Kwota zwrotu podatku, jaką dostaje rolnik, zależy od ilości zakupionego oleju napędowego; nie może to być jednak więcej niż 86 litrów na 1 hektar użytków rolnych. To, ile rolnik otrzyma pieniędzy, zależy także od stawki zwrotu podatku na jeden litr oleju napędowego. Jej wysokość ustalana jest co roku przez Radę Ministrów. W 2011 r. roku było to 85 gr od litra; maksymalnie rolnik może dostać około 73 zł na jeden hektar rocznie. W tym roku zwrot wynosi 95 gr, czyli ok. 82 zł na hektar.
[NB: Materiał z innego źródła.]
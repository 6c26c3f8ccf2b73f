import type { Cell } from '../attribute-table.ts';
import { Refusal } from '../refusal.ts';
import { textDecoder } from './windows-1252.ts';

interface Field {
	name: Uint8Array;
	type: string;
	from: number;
	to: number;
}

/** A dBASE table as bytes: what its header says, checked against its length. */
export interface DbfTable {
	languageByte: number;
	fields: Field[];
	records: number;
	/** bytes of one record, deletion mark included */
	record(i: number): Uint8Array;
	/** names and texts, by which the encoding is told */
	texts(): Generator<Uint8Array>;
}

export function openDbf(bytes: Uint8Array): DbfTable {
	const view = new DataView(bytes.buffer, bytes.byteOffset, bytes.byteLength);
	if (bytes.length < 33) throw cutOff(bytes.length, 33);
	const records = view.getUint32(4, true);
	const start = view.getUint16(8, true);
	const width = view.getUint16(10, true);
	if (start + records * width > bytes.length) throw cutOff(bytes.length, start + records * width);
	const fields = fieldsOf(bytes, start, width);
	const record = (i: number) => bytes.subarray(start + i * width, start + (i + 1) * width);
	function* texts() {
		for (const field of fields) yield field.name;
		for (let i = 0; i < records; i++) {
			for (const field of fields) {
				if (field.type === 'C') yield record(i).subarray(field.from, field.to);
			}
		}
	}
	return { languageByte: bytes[29], fields, records, record, texts };
}

function fieldsOf(bytes: Uint8Array, end: number, width: number): Field[] {
	const fields: Field[] = [];
	let from = 1;
	for (let at = 32; at + 32 <= end && bytes[at] !== 0x0d; at += 32) {
		const name = bytes.subarray(at, at + 11);
		const stop = name.indexOf(0);
		const to = from + bytes[at + 16];
		if (to > width)
			throw new Refusal('file-truncated', 'The columns of the .dbf file do not fit its rows.');
		const type = String.fromCharCode(bytes[at + 11]);
		fields.push({ name: stop < 0 ? name : name.subarray(0, stop), type, from, to });
		from = to;
	}
	return fields;
}

/** The rows as named values: numbers where they are exact, else their text; empty is null. */
export function* dbfRows(table: DbfTable, encoding: string): Generator<Record<string, Cell>> {
	const decoder = textDecoder(encoding);
	const names = table.fields.map((field) => decoder.decode(field.name));
	for (let i = 0; i < table.records; i++) {
		const record = table.record(i);
		const row: Record<string, Cell> = {};
		table.fields.forEach((field, f) => {
			row[names[f]] = cellOf(decoder.decode(record.subarray(field.from, field.to)), field.type);
		});
		yield row;
	}
}

function cellOf(raw: string, type: string): Cell {
	const text = raw.replace(/\0.*$/s, '').trim();
	if (text === '' || /^\*+$/.test(text)) return null;
	if (type === 'L') return /^[yt]$/i.test(text) ? true : /^[nf]$/i.test(text) ? false : null;
	if (type === 'D') return text.replace(/^(\d{4})(\d\d)(\d\d)$/, '$1-$2-$3');
	if (type !== 'N' && type !== 'F') return text;
	const value = Number(text);
	if (!Number.isFinite(value)) return text;
	return /^-?\d+$/.test(text) && !Number.isSafeInteger(value) ? text : value;
}

function cutOff(has: number, wants: number): Refusal {
	const message = `The .dbf file has ${has} bytes but needs ${wants}; it is cut off.`;
	return new Refusal('file-truncated', message);
}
Projekt PiS zakłada podwyższenie limitu zakupionego oleju z 86 do 126 litrów, bo - jak wyjaśnił Jurgiel - tyle faktycznie zużywa się paliwa przy produkcji rolnej. Zmiana ta spowoduje wzrost wydatków państwa na paliwo rolnicze o 300 mln zł - do ponad 1 mld zł rocznie. W budżecie na 2012 r. zarezerwowane jest na ten cel 720 mln zł.
Żaden z klubów nie był przeciwny propozycjom PiS, większość opowiedziała się za dalszymi pracami w komisjach, SLD był nawet za natychmiastowym przejściem do drugiego czytania.
Artur Dunin (PO) przyznał, że ostatnio ceny paliwa wzrosły, a w związku z wymarznięciem wielu upraw, rolnicy muszą zużyć więcej oleju do prac polowych. Ewentualne zmiany w ustawie będą jednak - jego zdaniem - wymagały notyfikacji Komisji Europejskiej. Zauważył także, że w tym roku takiej zmiany nie będzie można wprowadzić ze względu na wzrost obciążeń budżetowych.
Romuald Ajchler (SLD) poparł projekt PiS, argumentując, że zwiększenie zwrotu podatku rolnikom jest konieczne, ze względu na problemy, jakie dotykają rolnictwo. Jeżeli zwrot podatku będzie zbyt mały, rolnicy ponownie zaczną używać w traktorach oleju opałowego, który nie jest opodatkowany akcyzą - mówił.
Za 100-proc. zwrotem akcyzy opowiedział się natomiast Jacek Bogucki (SP). Zapowiedział, że jego klub złoży taką poprawkę podczas prac na projektem w komisjach.
Wiceminister rolnictwa Kazimierz Plocke (PO) powiedział, że rząd jest przeciwny wprowadzaniu zmian w zwrocie akcyzy z paliwa rolniczego w tym roku, natomiast w następnych latach sprawa jest otwarta. Przypomniał, że dotychczas pieniądze przeznaczone na ten cel nie były w pełni wykorzystywane. W ubiegłym roku z 720 mln zł wykorzystano tylko 635 mln zł.
Zaznaczył, że system zwrotu akcyzy we wszystkich krajach jest jednakowy, natomiast wysokość zwrotu zależy od zamożności kraju. Według unijnych przepisów, maksymalny zwrot może wynosić 1,30 zł za litr paliwa.